Wie kriege ich das in der Griff?

thx

Christian


----------



## Stefan1200 (1. Dez 2003)

\n <- Das weist Java an, bei der Ausgabe einen Zeilenumbruch zu machen.
Wenn das nicht gewünscht ist, einfach \\ schreiben.


----------



## Guest (1. Dez 2003)

ich hab nur leider keinen Einfluss auf Usereingaben.

Ne String kommt rein und bei dem will ich alle Steuerzeichen ignorieren!


----------



## Stefan1200 (1. Dez 2003)

Da stellt sich mir gerade die Frage, wieso ein Benutzer "\n" eingeben sollte?!?

Ansonsten müsste man den String "\n" mit der replace Methode durch " " austauschen.
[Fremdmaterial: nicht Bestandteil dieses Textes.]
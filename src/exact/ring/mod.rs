//! The exact coefficient ring: finite rational linear combinations of
//! monomials in pi (any integer power), odd zeta values and named symbols.
//!
//! Even zeta values never appear as factors: zeta(2n) is a rational multiple
//! of pi^(2n) (see [`bernoulli`]), so the representation is canonical and two
//! equal values print identically. No floating point is used here; numerical
//! values come from [`Exact::evaluate`] through MPFR.

pub mod bernoulli;
mod display;
mod evaluate;
mod monomial;

use std::collections::BTreeMap;
use std::ops::{Add, AddAssign, Mul, Neg, Sub, SubAssign};

use rug::Rational;

pub use display::{EvenStyle, Notation};
pub use evaluate::Constants;
pub use monomial::Monomial;

use crate::error::{Error, Result};

/// A rational linear combination of monomials, without zero coefficients.
#[derive(Clone, Debug, Default, PartialEq, Eq, Hash)]
pub struct Exact {
    terms: BTreeMap<Monomial, Rational>,
}

impl Exact {
    pub fn zero() -> Self {
        Exact::default()
    }

    pub fn one() -> Self {
        Exact::from(1)
    }

    pub fn term(coefficient: Rational, monomial: Monomial) -> Self {
        let mut e = Exact::zero();
        e.add_term(monomial, coefficient);
        e
    }

    pub fn pi() -> Self {
        Exact::term(Rational::from(1), Monomial::pi_power(1))
    }

    /// zeta(n) for n >= 2; even n becomes its rational multiple of pi^n.
    pub fn zeta(n: u32) -> Result<Self> {
        match n {
            0 | 1 => Err(Error::input(format!(
                "zeta({n}) is not a finite zeta value"
            ))),
            n if n % 2 == 0 => Ok(Exact::term(
                bernoulli::even_zeta_over_pi_power(n / 2),
                Monomial::pi_power(n as i32),
            )),
            n => Ok(Exact::term(Rational::from(1), Monomial::odd_zeta(n))),
        }
    }

    pub fn symbol(name: &str) -> Self {
        Exact::term(Rational::from(1), Monomial::symbol(name, 1))
    }

    pub fn is_zero(&self) -> bool {
        self.terms.is_empty()
    }

    pub fn len(&self) -> usize {
        self.terms.len()
    }

    pub fn is_empty(&self) -> bool {
        self.terms.is_empty()
    }

    pub fn terms(&self) -> impl Iterator<Item = (&Monomial, &Rational)> {
        self.terms.iter()
    }

    pub fn coefficient(&self, m: &Monomial) -> Rational {
        self.terms.get(m).cloned().unwrap_or_default()
    }

    /// Adds c * m in place, dropping the term if it cancels.
    pub fn add_term(&mut self, m: Monomial, c: Rational) {
        if c == 0 {
            return;
        }
        match self.terms.entry(m) {
            std::collections::btree_map::Entry::Vacant(v) => {
                v.insert(c);
            }
            std::collections::btree_map::Entry::Occupied(mut o) => {
                *o.get_mut() += c;
                if *o.get() == 0 {
                    o.remove();
                }
            }
        }
    }

    /// The value as a rational number, if it has no transcendental or symbol part.
    pub fn as_rational(&self) -> Option<Rational> {
        match self.terms.len() {
            0 => Some(Rational::new()),
            1 => {
                let (m, c) = self.terms.iter().next()?;
                m.is_one().then(|| c.clone())
            }
            _ => None,
        }
    }

    /// The single term c * m, if the value is one.
    pub fn as_single_term(&self) -> Option<(&Monomial, &Rational)> {
        if self.terms.len() == 1 {
            self.terms.iter().next()
        } else {
            None
        }
    }

    pub fn scale(&self, c: &Rational) -> Exact {
        self.mapped(c, Monomial::clone)
    }

    pub fn mul_monomial(&self, m: &Monomial, c: &Rational) -> Exact {
        self.mapped(c, |k| k.mul(m))
    }

    /// Every term's monomial through `f`, its coefficient times `c`; `f`
    /// must be injective on the monomials (a product by a monomial is), so
    /// that no two terms meet.
    fn mapped(&self, c: &Rational, f: impl Fn(&Monomial) -> Monomial) -> Exact {
        if *c == 0 {
            return Exact::zero();
        }
        Exact {
            terms: self
                .terms
                .iter()
                .map(|(m, x)| (f(m), Rational::from(x * c)))
                .collect(),
        }
    }

    pub fn pow(&self, e: u32) -> Exact {
        let mut result = Exact::one();
        let mut base = self.clone();
        let mut e = e;
        while e > 0 {
            if e & 1 == 1 {
                result = &result * &base;
            }
            e >>= 1;
            if e > 0 {
                base = &base * &base;
            }
        }
        result
    }

    /// The inverse, which exists in this ring only for a single nonzero term
    /// without symbols.
    pub fn inverse(&self) -> Result<Exact> {
        let (m, c) = self.as_single_term().ok_or_else(|| {
            Error::input(format!(
                "cannot divide by {self}: only single terms are invertible exactly"
            ))
        })?;
        if !m.symbols().is_empty() {
            return Err(Error::input(format!(
                "cannot divide by {self}: it contains a symbol"
            )));
        }
        let zetas = m.zetas();
        if !zetas.is_empty() {
            return Err(Error::input(format!(
                "cannot divide by {self}: odd zeta values have no exact inverse in the ring"
            )));
        }
        Ok(Exact::term(
            Rational::from(c.recip_ref()),
            Monomial::pi_power(-m.pi_exponent()),
        ))
    }

    /// The set of transcendental weights present (symbols weigh nothing).
    pub fn weights(&self) -> Vec<i64> {
        let mut w: Vec<i64> = self.terms.keys().map(Monomial::weight).collect();
        w.sort_unstable();
        w.dedup();
        w
    }

    /// Replaces symbol `name` by `value` everywhere.
    pub fn substitute(&self, name: &str, value: &Exact) -> Exact {
        let mut out = Exact::zero();
        let mut powers: Vec<Exact> = vec![Exact::one()];
        for (m, c) in &self.terms {
            let (rest, e) = m.without_symbol(name);
            while powers.len() <= e as usize {
                let next = powers.last().map(|p| p * value).unwrap_or_default();
                powers.push(next);
            }
            out += &powers[e as usize].mul_monomial(&rest, c);
        }
        out
    }
}

impl From<i64> for Exact {
    fn from(n: i64) -> Self {
        Exact::term(Rational::from(n), Monomial::one())
    }
}

impl From<Rational> for Exact {
    fn from(q: Rational) -> Self {
        Exact::term(q, Monomial::one())
    }
}

impl<'a> AddAssign<&'a Exact> for Exact {
    fn add_assign(&mut self, rhs: &'a Exact) {
        for (m, c) in &rhs.terms {
            self.add_term(m.clone(), c.clone());
        }
    }
}

impl<'a> SubAssign<&'a Exact> for Exact {
    fn sub_assign(&mut self, rhs: &'a Exact) {
        for (m, c) in &rhs.terms {
            self.add_term(m.clone(), Rational::from(-c));
        }
    }
}

impl<'a> Add<&'a Exact> for &'a Exact {
    type Output = Exact;
    fn add(self, rhs: &'a Exact) -> Exact {
        let mut out = self.clone();
        out += rhs;
        out
    }
}

impl<'a> Sub<&'a Exact> for &'a Exact {
    type Output = Exact;
    fn sub(self, rhs: &'a Exact) -> Exact {
        let mut out = self.clone();
        out -= rhs;
        out
    }
}

impl<'a> Mul<&'a Exact> for &'a Exact {
    type Output = Exact;
    fn mul(self, rhs: &'a Exact) -> Exact {
        let mut acc: std::collections::HashMap<Monomial, Rational> =
            std::collections::HashMap::new();
        for (ma, ca) in &self.terms {
            for (mb, cb) in &rhs.terms {
                let m = ma.mul(mb);
                let c = Rational::from(ca * cb);
                match acc.entry(m) {
                    std::collections::hash_map::Entry::Vacant(v) => {
                        v.insert(c);
                    }
                    std::collections::hash_map::Entry::Occupied(mut o) => *o.get_mut() += c,
                }
            }
        }
        Exact {
            terms: acc.into_iter().filter(|(_, c)| *c != 0).collect(),
        }
    }
}

impl Neg for &Exact {
    type Output = Exact;
    fn neg(self) -> Exact {
        Exact {
            terms: self
                .terms
                .iter()
                .map(|(m, c)| (m.clone(), Rational::from(-c)))
                .collect(),
        }
    }
}

macro_rules! forward_by_value {
    ($($tr:ident $f:ident),*) => {$(
        impl $tr<Exact> for Exact {
            type Output = Exact;
            fn $f(self, rhs: Exact) -> Exact { (&self).$f(&rhs) }
        }
        impl<'a> $tr<&'a Exact> for Exact {
            type Output = Exact;
            fn $f(self, rhs: &'a Exact) -> Exact { (&self).$f(rhs) }
        }
    )*};
}
forward_by_value!(Add add, Sub sub, Mul mul);

impl Neg for Exact {
    type Output = Exact;
    fn neg(self) -> Exact {
        -&self
    }
}

#[cfg(test)]
mod tests {
    use super::*;
    use rug::ops::Pow;
    use rug::{Float, Integer};

    fn zeta(n: u32) -> Exact {
        Exact::zeta(n).unwrap()
    }

    #[test]
    fn ring_laws_on_samples() {
        let a = &zeta(3) + &Exact::from(2);
        let b = &zeta(2) - &zeta(5);
        let c = Exact::symbol("c2") * zeta(4);
        assert_eq!(&(&a * &b) * &c, &a * &(&b * &c));
        assert_eq!(&a * &(&b + &c), &(&a * &b) + &(&a * &c));
        assert!((&a - &a).is_zero());
        assert_eq!(a.pow(3), &(&a * &a) * &a);
    }

    #[test]
    fn even_zetas_become_pi_powers() {
        // zeta(2)^2 = (5/2) zeta(4): both are 1/36 pi^4 (A&S table 23.3 values).
        assert_eq!(zeta(2).pow(2), zeta(4).scale(&Rational::from((5, 2))));
    }

    #[test]
    fn inverse_of_pi_power() {
        let x = zeta(2).scale(&Rational::from(16));
        assert_eq!(&x * &x.inverse().unwrap(), Exact::one());
        assert!(zeta(3).inverse().is_err());
    }

    #[test]
    fn evaluation_against_mpfr_zeta() {
        // 88 zeta(4) - 32 zeta(3)^2, evaluated with MPFR's own zeta as the reference.
        let x = &zeta(4).scale(&Rational::from(88)) - &zeta(3).pow(2).scale(&Rational::from(32));
        let v = x.evaluate(200).unwrap();
        let z4 = Float::with_val(260, Float::zeta_u(4));
        let z3 = Float::with_val(260, Float::zeta_u(3));
        let reference =
            Float::with_val(260, &z4 * 88u32) - Float::with_val(260, z3.square_ref()) * 32u32;
        let diff = Float::with_val(260, &v - &reference).abs();
        assert!(diff < Float::with_val(64, Float::i_exp(1, -190)));
    }

    #[test]
    fn cancellation_is_handled() {
        // pi^2 - r with r the 60-digit truncation of pi^2 (r built here from a
        // 400-bit MPFR pi): the difference is below 1e-60 and must keep its digits.
        let pi2 = Float::with_val(400, rug::float::Constant::Pi).square();
        let scale = Integer::from(10).pow(60);
        let r = Rational::from((
            Float::with_val(400, &pi2 * &scale).to_integer().unwrap(),
            scale,
        ));
        let x = &Exact::pi().pow(2) - &Exact::from(r.clone());
        let v = x.evaluate(64).unwrap();
        let reference = Float::with_val(64, pi2 - r);
        assert!(reference > 0 && reference < 1e-59);
        assert_eq!(v, reference);
        assert!((&Exact::pi().pow(2) - &zeta(2).scale(&Rational::from(6))).is_zero());
    }
}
Das könnte funktionieren.


----------



## bröggle (1. Dez 2003)

oder du nimmst die usereingaben und lässt alle \ verdoppeln
Ich weiß nicht wie es in java ist, aber z.b in php gibt es eine funktion namens addslashes , falls dir das irgendwie weiterhilft


----------



## Nobody (1. Dez 2003)

man kann die user nicht ändern, jedoch die behandlung des strings:

die usereingabe muss auf unsinvolles abgefragt werden und dann entsprechendend angepasst werden.
so suchst du nach den entsprechenden zeichen und passt sie an, der user bekommt nacher davon nichts mit (genauso wie die eingabe hier im text und nacher die speicherung in der db usw.). die kunst ist, wenn der user dumm sein darf und das programmm  immer noch funktioniert. je weniger du abfängst desto sinnvoller muss die eingabe des users sein.


----------